What is being asked: If a line includes the word "open", it belongs in the count; state the total for the data below and add nothing.

Supplied records:
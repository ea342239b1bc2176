import { describe, expect, it } from 'vitest';
import { buildGardenGate } from '../demo/index';
import { seamPressing } from './index';

describe('seamPressing', () => {
  it('presses each seam toward the patch just added by default (usual practice on a foundation: common practice)', () => {
    // Garden Gate A: the brick goose (A1), then the sky either side, A2 along seam a-left and A3 along a-right.
    expect(seamPressing(buildGardenGate(), 'roof')).toEqual([
      { seamId: 'a-left', press: 'added', addedPatch: 2, previousPatch: 1, towardPatch: 2 },
      { seamId: 'a-right', press: 'added', addedPatch: 3, previousPatch: 1, towardPatch: 3 },
    ]);
  });

  it("follows the designer's choice per seam: toward the earlier patches, or open", () => {
    const doc = buildGardenGate();
    doc.sections[0].seams[0].press = 'previous';
    doc.sections[0].seams[1].press = 'open';
    expect(seamPressing(doc, 'roof')).toEqual([
      { seamId: 'a-left', press: 'previous', addedPatch: 2, previousPatch: 1, towardPatch: 1 },
      { seamId: 'a-right', press: 'open', addedPatch: 3, previousPatch: 1 },
    ]);
  });

  it('follows the piecing order: renumbered patches change which patch each seam sews on', () => {
    const doc = buildGardenGate();
    // B: the moss gate bar in the middle as 1; swap the numbers of the two cream sides.
    const gate = doc.sections[1];
    gate.patches = gate.patches.map((p) => (p.number === 2 ? { ...p, number: 3 } : p.number === 3 ? { ...p, number: 2 } : p));
    expect(seamPressing(doc, 'gate').map((s) => [s.seamId, s.addedPatch, s.towardPatch])).toEqual([
      ['b-left', 3, 3],
      ['b-right', 2, 2],
    ]);
  });

  it('answers nothing for a section that is not there', () => {
    expect(seamPressing(buildGardenGate(), 'chimney')).toEqual([]);
  });
});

Response: 3